Single by Eminem

from the album The Marshall Mathers LP
- Released: October 3, 2000
- Recorded: March 2000
- Genre: Hardcore hip-hop
- Length: 4:50
- Label: Aftermath; Interscope; Web;
- Songwriter: Marshall Mathers
- Producer: Eminem

Eminem singles chronology
| "The Real Slim Shady" (2000) | "The Way I Am" (2000) | "Stan" (2000) |

Music video
- "The Way I Am" on YouTube

= The Way I Am (Eminem song) =

2000 single by Eminem

"The Way I Am" is a song written, produced, and performed by American rapper Eminem from his third album The Marshall Mathers LP (2000). It was released as the second single from the album on October 3, 2000, later being featured on his 2005 compilation album, Curtain Call: The Hits. In the tradition of most of Eminem's follow-up singles, "The Way I Am" is one of the rare songs for which he has sole songwriting credit.
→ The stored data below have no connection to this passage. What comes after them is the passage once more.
/**
 * Benchmark of pair absorption: the table build, a table lookup, and a direct
 * integral of attenuationLengthKpc, against the independent scipy double
 * integral (scripts/attenuation_reference.py) run in the same run on the same
 * energies; printed: times per evaluation and their ratios. Also the KAB
 * emissivity integral per evaluation.
 *
 * Run alone: npx tsx bench/physics.ts
 */
import { execFileSync } from 'node:child_process';
import { dirname, join, resolve } from 'node:path';
import { fileURLToPath } from 'node:url';
import { attenuationLengthKpc, attenuationTable, inverseAttenuationLengthPerCm } from '../src/physics/absorption/attenuationLength.js';
import { ppEmissivity } from '../src/physics/hadronic/emissivity.js';

const ROOT = resolve(dirname(fileURLToPath(import.meta.url)), '..');
const ENERGIES = [3e5, 1e6, 2.2e6, 5e6, 1e7];

export async function benchPhysics(): Promise<void> {
  let t = performance.now();
  attenuationTable([{ name: 'bench', temperatureK: 2.7255, dilution: 0.999999 }]);
  const buildMs = performance.now() - t;
  attenuationLengthKpc(1e6);
  const n = 1_000_000;
  t = performance.now();
  let s = 0;
  for (let i = 0; i < n; i++) s += attenuationLengthKpc(1e5 * Math.exp((i % 1000) * 0.005));
  const lookupUs = ((performance.now() - t) * 1e3) / n;
  t = performance.now();
  for (let k = 0; k < 20; k++) for (const e of ENERGIES) s += inverseAttenuationLengthPerCm(e);
  const directUs = ((performance.now() - t) * 1e3) / (20 * ENERGIES.length);
  t = performance.now();
  execFileSync('/usr/bin/python3', [join(ROOT, 'scripts/attenuation_reference.py')], { input: JSON.stringify(ENERGIES), encoding: 'utf8' });
  const refUs = ((performance.now() - t) * 1e3) / ENERGIES.length; // includes its minimum search and start-up: an upper bound
  t = performance.now();
  for (let k = 0; k < 200; k++) s += ppEmissivity('gamma', 1e4, { kind: 'powerLaw', norm: 1, index: 2.5, e0GeV: 1 });
  const kabUs = ((performance.now() - t) * 1e3) / 200;
  console.log(`attenuation table build (one field set): ${buildMs.toFixed(1)} ms`);
  console.log(`lookup: ${lookupUs.toFixed(3)} us/eval; direct integral: ${directUs.toFixed(1)} us/eval; scipy reference (incl. start-up and minimum search): ${refUs.toFixed(0)} us/eval`);
  console.log(`ratio reference / direct: ${(refUs / directUs).toFixed(0)}; reference / lookup: ${(refUs / lookupUs).toFixed(0)}`);
  console.log(`KAB emissivity integral: ${kabUs.toFixed(1)} us/eval (checksum ${s.toExponential(3)})`);
}

if (process.argv[1] && fileURLToPath(import.meta.url) === process.argv[1]) await benchPhysics();
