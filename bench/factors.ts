/**
 * Benchmark of the factor job on an Nside 2048 float32 template read from
 * FITS: measured region = (declination band of a site at latitude 33 deg with
 * zenith <= 45 deg) x (Galactic box l 20..110 deg, |b| < 4 deg) minus four
 * 1-deg source discs; targets |b| < 4 deg at all longitudes and the whole
 * sky; centre-in-region mode (and fractional coverage, timed separately).
 * The same job written with healpy + numpy (scripts/factor_reference.py) runs
 * in the same run; printed: both times and their ratio, the ratio to just
 * reading and summing the file, and peak memory over the map size.
 * Each measurement runs in a fresh child process so peak RSS is its own.
 *
 * Run alone: npx tsx bench/factors.ts   (template generated in bench/data/)
 */
import { execFileSync } from 'node:child_process';
import { statSync } from 'node:fs';
import { dirname, join, resolve } from 'node:path';
import { fileURLToPath } from 'node:url';
import { benchTemplatePath, ensureBenchTemplate } from './benchTemplate.js';

const HERE = dirname(fileURLToPath(import.meta.url));
const ROOT = resolve(HERE, '..');
const NSIDE = Number(process.env.SKYSPAN_BENCH_NSIDE ?? 2048);
const FITS = benchTemplatePath(NSIDE);
const PY = '/usr/bin/python3';
const DISCS: [number, number][] = [[35, 0.5], [52, -1], [78.5, 2], [96, 0]];

/** The benchmark's region set (see module doc). */
export const REGIONS = `frame: galactic
regions:
  survey:
    all:
      - site: { latDeg: 33, maxZenithDeg: 45 }
      - box: { lonDeg: [20, 110], latDeg: [-4, 4] }
    except:
${DISCS.map(([l, b]) => `      - disc: { atDeg: [${l}, ${b}], radiusDeg: 1 }`).join('\n')}
  strip: { band: { absLatDeg: [0, 4] } }
  sky: { sky: true }
`;

type ChildResult = { seconds: number; cpuSeconds: number; readSeconds: number; maxRssBytes: number; kI?: number; kFSr?: number; sum?: number };

/** Child-process body: one measurement, printed as JSON. */
async function child(kind: string): Promise<void> {
  const { readSkyMap } = await import('../src/io/mapFile.js');
  const { kahanSum } = await import('../src/core/math.js');
  const { parseRegionDocument } = await import('../src/regions/document.js');
  const { computeFactors } = await import('../src/scaling/factors.js');
  const c0 = process.cpuUsage();
  const t0 = performance.now();
  const map = readSkyMap(FITS);
  const t1 = performance.now();
  let extra: Partial<ChildResult> = {};
  if (kind === 'sum') {
    extra = { sum: kahanSum(map.planes[0]) };
  } else {
    const r = computeFactors({ templates: [{ name: 't', map }], regions: parseRegionDocument(REGIONS),
      measured: 'survey', targets: ['strip', 'sky'], mode: kind === 'fraction' ? 'fraction' : 'centre' });
    extra = { kI: r.rows[0].kI, kFSr: r.rows[0].kFSr };
  }
  const t2 = performance.now();
  const cu = process.cpuUsage(c0);
  const res: ChildResult = { seconds: (t2 - t0) / 1e3, cpuSeconds: (cu.user + cu.system) / 1e6, readSeconds: (t1 - t0) / 1e3,
    maxRssBytes: process.resourceUsage().maxRSS * 1024, ...extra };
  process.stdout.write(JSON.stringify(res));
}

function runChild(kind: string): ChildResult {
  const out = execFileSync(process.execPath, ['--import', 'tsx', fileURLToPath(import.meta.url), '--child', kind],
    { cwd: ROOT, encoding: 'utf8', maxBuffer: 1 << 24 });
  return JSON.parse(out) as ChildResult;
}

function python(): { seconds: number; cpuSeconds: number; readSeconds: number; wallSeconds: number; maxRssBytes: number; kI: number } {
  const job = { template_fits: FITS, site_lat_deg: 33, zenith_max_deg: 45, box_l_deg: [20, 110], box_b_deg: [-4, 4],
    discs_deg: DISCS.map(([l, b]) => [l, b, 1]), strip_b_deg: 4, blank_stride: 0, exposure: false };
  const t0 = performance.now();
  const out = execFileSync(PY, [join(ROOT, 'scripts/factor_reference.py')],
    { input: JSON.stringify(job), encoding: 'utf8', maxBuffer: 1 << 24 });
  const wall = (performance.now() - t0) / 1e3;
  const r = JSON.parse(out);
  return { seconds: r.timing.totalSeconds, cpuSeconds: r.timing.cpuSeconds, readSeconds: r.timing.readSeconds, wallSeconds: wall, maxRssBytes: r.timing.maxRssBytes, kI: r.targets.strip.kI };
}

/** Runs the benchmark and prints its figures (see module doc). */
export async function benchFactors(): Promise<void> {
  ensureBenchTemplate(NSIDE);
  const mapBytes = 12 * NSIDE * NSIDE * 4;
  console.log(`template: Nside ${NSIDE}, float32, ${(statSync(FITS).size / 2 ** 20).toFixed(0)} MiB file, ${(mapBytes / 2 ** 20).toFixed(0)} MiB map`);
  const py = python();
  const sum = runChild('sum');
  const centre = runChild('centre');
  const fraction = runChild('fraction');
  const f = (s: number) => `${s.toFixed(2)} s`;
  console.log(`healpy+numpy (read + compute, in-script): ${f(py.seconds)} (read ${f(py.readSeconds)}; wall incl. interpreter ${f(py.wallSeconds)})`);
  console.log(`skyspan read + sum:                       ${f(sum.seconds)} (read ${f(sum.readSeconds)})`);
  console.log(`skyspan factors, centre mode:             ${f(centre.seconds)} (read ${f(centre.readSeconds)}, factors ${f(centre.seconds - centre.readSeconds)})`);
  console.log(`skyspan factors, fractional coverage:     ${f(fraction.seconds)} (factors ${f(fraction.seconds - fraction.readSeconds)})`);
  console.log(`CPU seconds (user+sys; steadier on a shared machine): healpy ${f(py.cpuSeconds)}, read+sum ${f(sum.cpuSeconds)}, centre ${f(centre.cpuSeconds)}, fraction ${f(fraction.cpuSeconds)}`);
  console.log(`CPU ratio skyspan/healpy (centre) ${(centre.cpuSeconds / py.cpuSeconds).toFixed(3)}x; skyspan/(read + sum) ${(centre.cpuSeconds / sum.cpuSeconds).toFixed(2)}x; fraction/healpy ${(fraction.cpuSeconds / py.cpuSeconds).toFixed(3)}x`);
  console.log(`ratio skyspan/healpy (centre):            ${(centre.seconds / py.seconds).toFixed(3)}x   (target <= 0.1x)`);
  console.log(`ratio skyspan/(read + sum):               ${(centre.seconds / sum.seconds).toFixed(2)}x   (target <= 4x)`);
  console.log(`peak RSS / map size: centre ${(centre.maxRssBytes / mapBytes).toFixed(2)}x, fraction ${(fraction.maxRssBytes / mapBytes).toFixed(2)}x, read+sum ${(sum.maxRssBytes / mapBytes).toFixed(2)}x, healpy ${(py.maxRssBytes / mapBytes).toFixed(2)}x   (target <= 3x)`);
  console.log(`agreement k_I(strip): skyspan ${centre.kI} healpy ${py.kI} (rel. diff ${Math.abs(centre.kI! / py.kI - 1).toExponential(2)})`);
}

if (process.argv[2] === '--child') {
  await child(process.argv[3]);
} else if (process.argv[1] && fileURLToPath(import.meta.url) === resolve(process.argv[1])) {
  await benchFactors();
}
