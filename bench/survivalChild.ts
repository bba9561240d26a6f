/**
 * Child process of bench/survival.ts: reduces one survival map over a region
 * (whole or streamed, argv[2]) and prints JSON with the peak RSS before the
 * reduction (template and region weights held) and after it.
 */
import { readSkyMap } from '../src/io/mapFile.js';
import { streamRegionSurvival, wholeRegionSurvival } from '../src/plan/survivalStream.js';
import { evaluateRegion } from '../src/regions/evaluate.js';
import { parseRegionDocument } from '../src/regions/document.js';

const [mode, survivalFile, templateFile] = process.argv.slice(2);
const doc = parseRegionDocument('frame: galactic\nregions:\n  patch:\n    box: { lonDeg: [20, 110], latDeg: [-6, 6] }\n', 'bench-regions.yaml');
const template = readSkyMap(templateFile);
const w = evaluateRegion(doc, 'patch', { nside: template.nside, frame: 'galactic', mode: 'centre' });
const before = process.resourceUsage().maxRSS * 1024;
const t0 = performance.now();
const r = mode === 'whole' ? wholeRegionSurvival(survivalFile, template, () => w, false)
  : await streamRegionSurvival(survivalFile, template, () => w, false);
const seconds = (performance.now() - t0) / 1e3;
console.log(JSON.stringify({ before, after: process.resourceUsage().maxRSS * 1024, seconds, first: r.survival[0] }));
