/**
 * Benchmark: reading an Nside 2048 float32 HEALPix map (50,331,648 pixels,
 * about 201 MB) with skyspan's reader and summing it, against the reference
 * of reading the raw bytes with readFileSync and summing the big-endian
 * floats in a plain DataView loop. Prints both times, their ratio, and the
 * peak resident memory of the skyspan read against the map size.
 * Targets: within 1.5x of the raw read; peak memory within 2.5x of the map.
 *
 * The map is generated once in bench/data/ (gitignored). Generation and
 * measurement each run in a fresh child process so that peak RSS belongs to
 * the read alone. Run alone: `npx tsx bench/readMap.ts`.
 */
import { existsSync, mkdirSync, readFileSync } from 'node:fs';
import { spawnSync } from 'node:child_process';
import { dirname, join } from 'node:path';
import { fileURLToPath } from 'node:url';
import { readSkyMap, writeMapFile } from '../src/io/mapFile.js';
import { walkHdus } from '../src/io/fits/hdu.js';

const here = fileURLToPath(import.meta.url);
const NSIDE = 2048;
const FILE = join(dirname(here), 'data', `map-nside${NSIDE}-f32.fits`);

function generate(): void {
  const n = 12 * NSIDE * NSIDE;
  const v = new Float32Array(n);
  for (let i = 0; i < n; i++) v[i] = 1 + Math.sin(i * 1e-4);
  mkdirSync(dirname(FILE), { recursive: true });
  writeMapFile(FILE, { nside: NSIDE, ordering: 'RING', frame: 'galactic', column: 'I', unit: '', planes: [v], energiesGeV: null }, { force: true });
}

function skyspanRead(): { ms: number; sum: number } {
  const t0 = performance.now();
  const m = readSkyMap(FILE);
  const p = m.planes[0];
  let sum = 0;
  for (let i = 0; i < p.length; i++) sum += p[i];
  return { ms: performance.now() - t0, sum };
}

function rawRead(): { ms: number; sum: number } {
  const t0 = performance.now();
  const buf = readFileSync(FILE);
  const hdus = walkHdus(buf, FILE); // only to locate the data; a few header cards
  const start = hdus[1].dataStart, n = hdus[1].dataBytes / 4;
  const dv = new DataView(buf.buffer, buf.byteOffset, buf.byteLength);
  let sum = 0;
  for (let i = 0, p = start; i < n; i++, p += 4) sum += dv.getFloat32(p, false);
  return { ms: performance.now() - t0, sum };
}

function measure(): void {
  const rss0 = process.resourceUsage().maxRSS * 1024;
  const a1 = skyspanRead();
  const rssSky = process.resourceUsage().maxRSS * 1024;
  const b1 = rawRead();
  const a2 = skyspanRead();
  const b2 = rawRead();
  const mapBytes = 12 * NSIDE * NSIDE * 4;
  const a = Math.min(a1.ms, a2.ms), b = Math.min(b1.ms, b2.ms);
  if (a1.sum !== b1.sum) console.log(`WARNING: sums differ: ${a1.sum} vs ${b1.sum}`);
  console.log(`in-process (diagnosis): read Nside ${NSIDE} float32 map (${(mapBytes / 1e6).toFixed(0)} MB), best of 2:`);
  console.log(`  skyspan readSkyMap + sum : ${a.toFixed(0)} ms (runs ${a1.ms.toFixed(0)}, ${a2.ms.toFixed(0)})`);
  console.log(`  readFileSync + DataView  : ${b.toFixed(0)} ms (runs ${b1.ms.toFixed(0)}, ${b2.ms.toFixed(0)})`);
  console.log(`  ratio skyspan / raw      : ${(a / b).toFixed(2)} (target <= 1.5)`);
  console.log(`  peak RSS of skyspan read : ${(rssSky / 1e6).toFixed(0)} MB (process before: ${(rss0 / 1e6).toFixed(0)} MB) = ${(rssSky / mapBytes).toFixed(2)}x the map (target <= 2.5x)`);
  console.log(`  sums agree               : ${a1.sum === b1.sum} (${a1.sum.toPrecision(10)})`);
}

function child(flag: string): void {
  const r = spawnSync(process.execPath, ['--import', 'tsx', here, flag], { stdio: 'inherit' });
  if (r.status !== 0) throw new Error(`bench child ${flag} failed with status ${r.status}`);
}

/** Generates the map if needed, then measures in a fresh process. */
export async function benchReadMap(): Promise<void> {
  if (!existsSync(FILE)) { console.log(`generating ${FILE} ...`); child('--generate'); }
  child('--measure');
}

if (process.argv[1] === here) {
  if (process.argv.includes('--generate')) generate();
  else if (process.argv.includes('--measure')) measure();
  else await benchReadMap();
}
It features a much darker and more emotionally driven sound than the album's lead single "The Real Slim Shady". "The Way I Am" peaked at number 58 on the Billboard Hot 100. Outside the United States, "The Way I Am" peaked within the top ten of the charts in Belgium (Wallonia), Finland, Netherlands, Ireland, Sweden, and the United Kingdom.

==Background==
The song was written by Eminem to express the negative side of the fame that he had gained. The song makes points such as him not being able to go out in public and live a normal life due to him being harassed by fans. He also vents about the pressure put on him to top his earlier work on The Slim Shady LP. The line, "If I wasn't then why would I say I am" was taken from the song "As the Rhyme Goes On" by Eric B. & Rakim from their album Paid in Full. The song has also been remixed by Danny Lohner featuring Marilyn Manson, who has performed the song with Eminem live on stage. "The Way I Am" was certified Gold in Sweden, selling over 20,000 copies. The lyrics "When a dude's getting bullied and shoots up his school / And they blame it on Marilyn (On Marilyn) / And the heroin / Where were the parents at? (Parents at?) / And look where it's at! / Middle America, now it's a tragedy / Now it's so sad to see, an upper-class city / Having this happening," refer to the Columbine High School massacre with Eric Harris and Dylan Klebold.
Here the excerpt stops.